Purpose: The present study comprises a retrospective evaluation of the potential application of mandibular repositioning appliance (MRA) therapy preceding maxillomandibular advancement (MMA) surgery in the treatment of the Obstructive Sleep Apnea-Hypopnea Syndrome (OSAHS). Our initial experiences with a new surgical protocol, in which MRA therapy serves as a predictor for success of MMA surgery, are reported.

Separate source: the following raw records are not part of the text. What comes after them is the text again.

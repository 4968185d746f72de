import { json } from '@sveltejs/kit';
import { z } from 'zod';
import type { RequestHandler } from './$types';
import { api, readJson } from '$lib/server/http/api';
import { requireGameRole } from '$lib/server/http/guard';
import { runOdds } from '$lib/server/odds';
import { db } from '$lib/server/runtime';

/**
 * A stage scenario plus `"exact": true` or `"samples": N, "seed": S` (or `"race": { "players": N }`
 * with samples for whole races): the odds and the game's wager cards priced. Large runs answer 202
 * with a job to poll at /api/v1/odds-jobs/{id}.
 */
export const POST: RequestHandler = api(async ({ locals, params, request }) => {
	const d = await db();
	const { actor } = await requireGameRole(d, locals, params.gameId, 'game.read');
	const body = await readJson(request, z.unknown());
	const out = await runOdds(d, actor, body);
	return 'answer' in out ? json(out.answer) : json({ job: out.job, poll: `/api/v1/odds-jobs/${out.job.id}` }, { status: 202 });
});
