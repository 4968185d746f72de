ALTER TABLE "print_jobs" ADD COLUMN "request_sha256" text;--> statement-breakpoint
CREATE INDEX "print_jobs_request" ON "print_jobs" USING btree ("game_id","request_sha256");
/**
 * The files of a PNG zip, or one share of them (`shard`), so several workers can draw the faces
 * of one zip at once. Every share lays out the whole game (cheap, and cached); the first share
 * also writes cards.csv and about.txt.
 */
export async function renderPngPart(
	game: Game,
	art: ReadonlyMap<string, Uint8Array>,
	options: PngZipOptions & { shard?: PngShard } = {}
): Promise<PngPart> {
	const dpi = options.dpi ?? PNG_DPI_DEFAULT;
	if (!Number.isInteger(dpi) || dpi < PNG_DPI_MIN || dpi > PNG_DPI_MAX)
		throw new PrintOptionsError(`dpi is a whole number from ${PNG_DPI_MIN} to ${PNG_DPI_MAX}`);
	const shard = options.shard ?? { index: 0, count: 1 };
	const cache = options.cache ?? printCache;
	const faces = await renderGameFaces(game, art, { kinds: options.kinds, cache });
	if (!faces.cards.length) throw new PrintOptionsError('Nothing to export: the chosen card kinds have no cards with copies');

	const rows: Record<string, string | number>[] = [];
	const written = new Set<string>();
	// Folders by kind name, files by card name (from the whole game, so every share names alike).
	const kindDirs = uniqueFileParts(game.kinds, 'cards');
	const cardFiles = new Map(game.kinds.flatMap((k) => [...uniqueFileParts(game.cards.filter((c) => c.kindId === k.id), 'card')]));
	const jobs: { path: string; face: FaceLayout; key: string }[] = [];
	for (const c of faces.cards) {
		const dir = kindDirs.get(c.kindId)!;
		const file = cardFiles.get(c.cardId) ?? fileSlug(c.cardName, 'card');
		const front = `${dir}/${file}-front.png`;
		const back = c.back ? (c.sharedBack ? `${dir}/back.png` : `${dir}/${file}-back.png`) : '';
		jobs.push({ path: front, face: c.front, key: c.frontKey });
		if (c.back && c.backKey) jobs.push({ path: back, face: c.back, key: c.backKey });
		rows.push({
			kind: c.kindKey,
			card: c.cardName,
			id: c.cardId,
			copies: c.copies,
			front,
			back,
			widthMm: c.front.trimWidthMm,
			heightMm: c.front.trimHeightMm,
			bleedMm: c.front.bleedMm
		});
	}
	const unique = jobs.filter((j) => !written.has(j.path) && written.add(j.path));
	const mine = unique.filter((_, i) => i % shard.count === shard.index);
	const files: PngPart['files'] = [];
	let done = 0;
	for (const j of mine) {
		files.push([j.path, await cachedFacePng(j.face, j.key, faces.images, dpi, cache)]);
		options.onProgress?.(++done, mine.length);
	}
	if (shard.index === 0) {
		files.push(['cards.csv', strToU8(Papa.unparse(rows))]);
		const sizes = new Map<string, string>();
		for (const c of faces.cards) {
			const f = c.front;
			// The rasteriser rounds each side on its own (./png.ts).
			const px = `${mmToPx(faceWidthMm(f), dpi)} × ${mmToPx(faceHeightMm(f), dpi)} px`;
			sizes.set(
				c.kindId,
				`${c.kindKey}: ${fmtMm(f.trimWidthMm)} × ${fmtMm(f.trimHeightMm)} mm trim + ${fmtMm(f.bleedMm)} mm bleed each side, ` +
					`${fmtMm(faceWidthMm(f))} × ${fmtMm(faceHeightMm(f))} mm = ${px}`
			);
		}
		const about = [
			`${game.name}: card faces as PNG at ${dpi} dpi, each with its bleed on every side.`,
			...sizes.values(),
			'cards.csv lists the front and back file of every card and how many copies to print.',
			'',
			PRINT_SHOP_NOTE,
			''
		].join('\n');
		files.push(['about.txt', strToU8(about)]);
	}
	return { files, warnings: faces.warnings, total: unique.length };
}
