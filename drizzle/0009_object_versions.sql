CREATE TABLE "object_versions" (
	"id" uuid PRIMARY KEY DEFAULT gen_random_uuid() NOT NULL,
	"game_id" uuid NOT NULL,
	"collection" text NOT NULL,
	"object_id" text NOT NULL,
	"version" integer NOT NULL,
	"action" text NOT NULL,
	"restored_from" integer,
	"data" jsonb NOT NULL,
	"changed_by" uuid,
	"changed_at" timestamp with time zone DEFAULT now() NOT NULL
);
--> statement-breakpoint
ALTER TABLE "object_versions" ADD CONSTRAINT "object_versions_game_id_games_id_fk" FOREIGN KEY ("game_id") REFERENCES "public"."games"("id") ON DELETE cascade ON UPDATE no action;--> statement-breakpoint
ALTER TABLE "object_versions" ADD CONSTRAINT "object_versions_changed_by_users_id_fk" FOREIGN KEY ("changed_by") REFERENCES "public"."users"("id") ON DELETE set null ON UPDATE no action;--> statement-breakpoint
CREATE INDEX "object_versions_object" ON "object_versions" USING btree ("game_id","collection","object_id","changed_at");--> statement-breakpoint
CREATE INDEX "object_versions_game" ON "object_versions" USING btree ("game_id","changed_at");--> statement-breakpoint
-- Objects saved before versions were kept start their history at the version they have now.
INSERT INTO "object_versions" ("game_id", "collection", "object_id", "version", "action", "data", "changed_by", "changed_at")
SELECT "game_id", "collection", "id", "version", 'saved', "data", "updated_by", "updated_at" FROM "game_objects";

Patients and methods: Forty-three consecutive patients with OSAHS treated with MRA therapy were considered for inclusion (mean+/-SD; Apnea-Hypopnea Index [AHI]=27+/-20; age=53+/-9 years). All patients displaying a substantial improvement in their AHI with MRA therapy (ie,>50% reduction) who preferred surgical rather than "prosthetic" advancement of the mandible were offered MMA surgery. Accordingly, 4 out of 43 patients were treated with MMA surgery. The AHI was used as the primary outcome measure, with MMA surgery being considered successful in case of a postoperative AHI <5.
Results: All 4 patients included displayed substantial improvement in their AHI following MRA therapy. Moreover, in 3 patients MRA therapy resulted in a post-treatment AHI <or=5. With respect to the primary outcome measure, successful OSAHS management was attained in all 4 patients following MMA surgery.
Conclusion: Results from the 4 patients included in the present study suggest that MRA therapy might be a good predictor for the success of MMA surgery in OSAHS management. Although confirmation in a larger study sample is indicated, we conclude that patients with a substantial reduction in baseline AHI with MRA therapy appear to be candidates for MMA surgery.